On one return trip we were half way back to San Francisco when I as wakend by a very loud noise and a thump. Jumped out of bed and found that a vessel had rammed us on the startboard side of the bow. It was the "William Luchenbach".

Efforts to contact her by radio, speaker horn or flags (Me doing my boy scout flag semaphore) of no avail, there was no speaking contact. 

Without prior warning she suddenly went astern backing off from our bow and leaving the hole totally unplugged. She appeared to have no visible damage and left us heading north.

We were taking a great deal of water and the crew were rigging a makeshift patch. I was given our position by the master and told to send a distress signal, he also gave me a message to the owners and asked me to try to get it off before the SOS. 

It was about 4am and a non watch period so I sent the auto alarm signal then whipped up to find Portishead radio on 8mc/s, sent the message then returned to 500khz and send the the distress message. It was acknowledged by KPS (Bolinas Radio) and several distant ships. 

In due course the local watchkeeping time arrived and it became very obvious who HAD NOT HAD THEIR AUTO ALARM UNIT ON. I entered them all in the log.

The usual bedlam occurred,"Blah Blah" "QRT distress" "Where distress??" and so on. I turned on the 50 watt emergency spark unit, screwed the key down and went into the chart room and got a cup of tea.
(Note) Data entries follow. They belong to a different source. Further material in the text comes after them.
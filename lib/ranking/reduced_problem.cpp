#include "ranking/reduced_problem.hpp"

#include <cmath>
#include <string>

#include "exact/error.hpp"

namespace spinsieve {
namespace {

/// Forms come out of sums of products of rounded numbers: relative noise near 1e-15 per term.
/// A form this small against the largest is an extinct line, not a weak one (moments would have to
/// be a million times larger than those of the other lines to show in it).
constexpr double extinct_form = 1e-12;

/// A direction whose normalised intensity is this small is unseen: rounding of the forms stays two
/// orders below, and a real direction this weak would need moments 1e6 times the others.
constexpr double unseen_direction = 1e-12;

/// A sum of positive semidefinite forms has no eigenvalue below this part of the largest.
constexpr double indefinite = 1e-10;

}  // namespace

std::vector<std::optional<std::size_t>> scale_slots(const FitData& data) {
  std::vector<std::optional<std::size_t>> result(data.scales().size());
  std::size_t next = 0;
  bool absorbed = !data.scale_is_relative();
  for (std::size_t g = 0; g < data.scales().size(); ++g) {
    const ScaleKnowledge knowledge = data.scales()[g].knowledge;
    if (knowledge == ScaleKnowledge::fixed) continue;
    if (!absorbed) {
      absorbed = true;
      continue;
    }
    result[g] = next++;
  }
  return result;
}

ReducedProblem::ReducedProblem(const FitData& data, const CandidateModel& model) {
  if (model.forms.size() != static_cast<Eigen::Index>(data.points().size()))
    throw Error(std::to_string(model.forms.size()) + " intensity forms for " +
                std::to_string(data.points().size()) + " points; one each is needed");
  const Eigen::Index n = model.forms.parameters();
  for (const QuadraticLimit& limit : model.limits)
    if (limit.form.rows() != n || limit.form.cols() != n || !(limit.limit > 0))
      throw Error("a moment limit of " + std::to_string(limit.limit) +
                  "; it must be positive with a form of the candidate's size");
  for (const Eigen::MatrixXd& E : model.equalities)
    if (E.rows() != n || E.cols() != n)
      throw Error("an equality of moments with " + std::to_string(E.rows()) + " rows; it needs " +
                  std::to_string(n));
  const std::vector<std::optional<std::size_t>> slot_of = scale_slots(data);
  for (std::size_t g = 0; g < slot_of.size(); ++g) {
    if (!slot_of[g]) continue;
    const ScaleGroup& scale = data.scales()[g];
    ScaleSlot slot;
    slot.group = g;
    slot.measured = scale.knowledge == ScaleKnowledge::measured;
    slot.value = scale.value;
    slot.sigma = scale.sigma;
    slots_.push_back(slot);
  }
  CandidateModel used = model;
  if (data.scale_is_relative()) used.limits.clear();
  find_basis(used);
  add_rows(data, used);
}

void ReducedProblem::find_basis(const CandidateModel& model) {
  const Eigen::Index n = model.forms.parameters();
  Eigen::MatrixXd A = Eigen::MatrixXd::Zero(n, n);
  double largest = 0;
  for (Eigen::Index s = 0; s < model.forms.size(); ++s)
    largest = std::max(largest, model.forms.columns().col(s).norm());
  for (Eigen::Index s = 0; s < model.forms.size(); ++s) {
    const double norm = model.forms.columns().col(s).norm();
    if (norm > extinct_form * largest) A += model.forms.form(s) / norm;
  }
  for (const QuadraticLimit& limit : model.limits)
    if (limit.form.norm() > 0) A += limit.form / limit.form.norm();
  for (const Eigen::MatrixXd& E : model.equalities)
    if (E.norm() > 0) A += E * E.transpose() / E.squaredNorm();
  Eigen::SelfAdjointEigenSolver<Eigen::MatrixXd> eigen(A);
  double least = unseen_direction * eigen.eigenvalues()(n - 1);
  if (eigen.eigenvalues()(0) < -indefinite * eigen.eigenvalues().cwiseAbs().maxCoeff()) {
    // Forms that are no sums of squares may cancel in A; their squares cannot.
    A.setZero();
    for (Eigen::Index s = 0; s < model.forms.size(); ++s) {
      const double norm = model.forms.columns().col(s).norm();
      if (norm > extinct_form * largest)
        A += model.forms.form(s) * model.forms.form(s) / (norm * norm);
    }
    for (const QuadraticLimit& limit : model.limits)
      if (limit.form.norm() > 0) A += limit.form / limit.form.norm();
    for (const Eigen::MatrixXd& E : model.equalities)
      if (E.norm() > 0) A += E * E.transpose() / E.squaredNorm();
    eigen.compute(A);
    least = unseen_direction * unseen_direction * eigen.eigenvalues()(n - 1);
  }
  Eigen::Index hidden = 0;
  while (hidden < n && !(eigen.eigenvalues()(hidden) > least)) ++hidden;
  unseen_ = eigen.eigenvectors().leftCols(hidden);
  basis_ = eigen.eigenvectors().rightCols(n - hidden);
  for (Eigen::Index j = 0; j < basis_.cols(); ++j)
    basis_.col(j) /= std::sqrt(eigen.eigenvalues()(hidden + j));
}

void ReducedProblem::append(const Eigen::MatrixXd& packed, const Eigen::VectorXd& target, int slot,
                            bool one_sided) {
  const Eigen::Index old = rows_.target.size();
  rows_.packed.conservativeResize(packed.rows(), old + target.size());
  rows_.packed.rightCols(target.size()) = packed;
  rows_.target.conservativeResize(old + target.size());
  rows_.target.tail(target.size()) = target;
  rows_.slot.resize(static_cast<std::size_t>(rows_.target.size()), slot);
  rows_.one_sided.resize(static_cast<std::size_t>(rows_.target.size()), one_sided ? 1 : 0);
}

void ReducedProblem::compress(const Eigen::MatrixXd& packed, const Eigen::VectorXd& target,
                              int slot) {
  const Eigen::Index r = parameters();
  const Eigen::Index products = r * (r + 1) / 2;
  if (target.size() <= products + 1) {
    append(packed, target, slot, false);
    return;
  }
  Eigen::MatrixXd augmented(target.size(), products + 1);
  Eigen::Index column = 0;
  for (Eigen::Index i = 0; i < r; ++i)
    for (Eigen::Index j = 0; j <= i; ++j)
      augmented.col(column++) = packed.row(i * r + j).transpose() * (i == j ? 1.0 : 2.0);
  augmented.col(products) = target;
  const Eigen::HouseholderQR<Eigen::MatrixXd> qr(augmented);
  Eigen::MatrixXd rows(r * r, products);
  for (Eigen::Index row = 0; row < products; ++row) {
    column = 0;
    for (Eigen::Index i = 0; i < r; ++i)
      for (Eigen::Index j = 0; j <= i; ++j, ++column) {
        const double entry = column < row ? 0.0 : qr.matrixQR()(row, column);
        rows(i * r + j, row) = i == j ? entry : 0.5 * entry;
        rows(j * r + i, row) = rows(i * r + j, row);
      }
  }
  const Eigen::VectorXd reduced = qr.matrixQR().col(products).head(products);
  const double remainder = qr.matrixQR()(products, products);
  rest_ += remainder * remainder;
  append(rows, reduced, slot, false);
}

void ReducedProblem::add_rows(const FitData& data, const CandidateModel& model) {
  const Eigen::Index r = parameters();
  const std::size_t count = data.points().size();
  const std::vector<std::optional<std::size_t>> slot_of = scale_slots(data);
  Eigen::MatrixXd packed = model.forms.pulled_back(basis_).columns();
  Eigen::VectorXd target = data.observed();
  std::vector<char> in_block(count, 0);
  for (std::size_t i = 0; i < count; ++i) {
    const ScaleGroup& scale = data.scales()[data.points()[i].scale_group];
    if (scale.knowledge == ScaleKnowledge::fixed)
      packed.col(static_cast<Eigen::Index>(i)) *= scale.value;
  }
  for (const CovarianceBlock& block : data.blocks()) {
    const std::vector<Eigen::Index> index(block.points.begin(), block.points.end());
    const Eigen::LLT<Eigen::MatrixXd> factor(block.covariance);
    const Eigen::MatrixXd forms = factor.matrixL().solve(packed(Eigen::all, index).transpose());
    const Eigen::VectorXd values = factor.matrixL().solve(target(index));
    packed(Eigen::all, index) = forms.transpose();
    target(index) = values;
    for (const std::size_t p : block.points) in_block[p] = 1;
  }
  for (std::size_t i = 0; i < count; ++i) {
    if (in_block[i] != 0) continue;
    // "At most" is "at least" of the opposite sign.
    const bool at_most = data.points()[i].kind == PointKind::at_most;
    const double unit = at_most ? -data.points()[i].sigma : data.points()[i].sigma;
    packed.col(static_cast<Eigen::Index>(i)) /= unit;
    target(static_cast<Eigen::Index>(i)) /= unit;
  }
  for (int slot = -1; slot < static_cast<int>(slots_.size()); ++slot) {
    std::vector<Eigen::Index> measured;
    std::vector<Eigen::Index> seen;
    for (std::size_t i = 0; i < count; ++i) {
      const std::optional<std::size_t>& own = slot_of[data.points()[i].scale_group];
      if ((own ? static_cast<int>(*own) : -1) != slot) continue;
      const bool one_sided = is_one_sided(data.points()[i].kind);
      (one_sided ? seen : measured).push_back(static_cast<Eigen::Index>(i));
    }
    if (!measured.empty()) compress(packed(Eigen::all, measured), target(measured), slot);
    if (!seen.empty()) append(packed(Eigen::all, seen), target(seen), slot, true);
  }
  limits_ = model.limits.size();
  const auto constraints = static_cast<Eigen::Index>(limits_ + model.equalities.size());
  constraints_.packed.resize(r * r, constraints);
  constraints_.target = Eigen::VectorXd::Zero(constraints);
  for (Eigen::Index i = 0; i < constraints; ++i) {
    const auto at = static_cast<std::size_t>(i);
    Eigen::MatrixXd A;
    if (at < limits_) {
      A = model.limits[at].form / model.limits[at].limit;
      constraints_.target(i) = 1;
    } else {
      const Eigen::MatrixXd& E = model.equalities[at - limits_];
      A = E.norm() > 0 ? Eigen::MatrixXd(E / E.norm()) : E;
    }
    const Eigen::MatrixXd pulled = basis_.transpose() * (0.5 * (A + A.transpose())) * basis_;
    constraints_.packed.col(i) = Eigen::Map<const Eigen::VectorXd>(pulled.data(), r * r);
  }
  constraints_.slot.assign(static_cast<std::size_t>(constraints), -1);
  constraints_.one_sided.assign(static_cast<std::size_t>(constraints), 0);
}

}  // namespace spinsieve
When I came back I unscrewed the key, all was quiet, I then resent the distress details and asked KPH to take over, he replied with a laconic, "Your doing great keep it".

We made it to Bethlehem Steel dry dock in San Francisco and when the water had been drained out, our bow fell off. The people of San Francisco made us very welcome and most of the crew were offered (Illegal) part time jobs. I did the odd watch at KPH when someone theoretically wanted an afternoon off. All very illegal, but being "nice" appeared to take precedent.

I have always wanted to read the official report but have never been able to get a copy.

So there you have it, what happens when you have to do what you are actually being paid for...............Ahhh - the smell of the ozone from that spark transmitter, 

I can still remember it.
de chas


----------



## trotterdotpom (Apr 29, 2005)

A scary time, Chas, and all's well that ends well, but it does seem odd that the Captain gave you a message to send to the owners prior to sending the distress message - "distress" was supposed to be the number one priority.

John T.


----------



## Moulder (Aug 19, 2006)

.... and odder still that you cleared traffic with Portishead before sending the distress message. Did Portishead not ask if they could send details of your predicament to Lloyds? That was quite a common occurrence when sending any traffic content that indicated the vessels' insurance status might be affected.

Steve. (Thumb)


----------



## Larry Bennett (Aug 28, 2005)

Too right. If we received any telegram which indicated the possibility of a distress situation (shifting cargo, taking water etc.) we had a standard reply entitled "May We Report Lloyds" which formally requested the Master to authorise us to send a copy of the telegram to Lloyds. In addition, all of these requests were held in a logbook in the Duty Overseer's office which gave details of date/time/nature of incident and also if the Master gave authority or not.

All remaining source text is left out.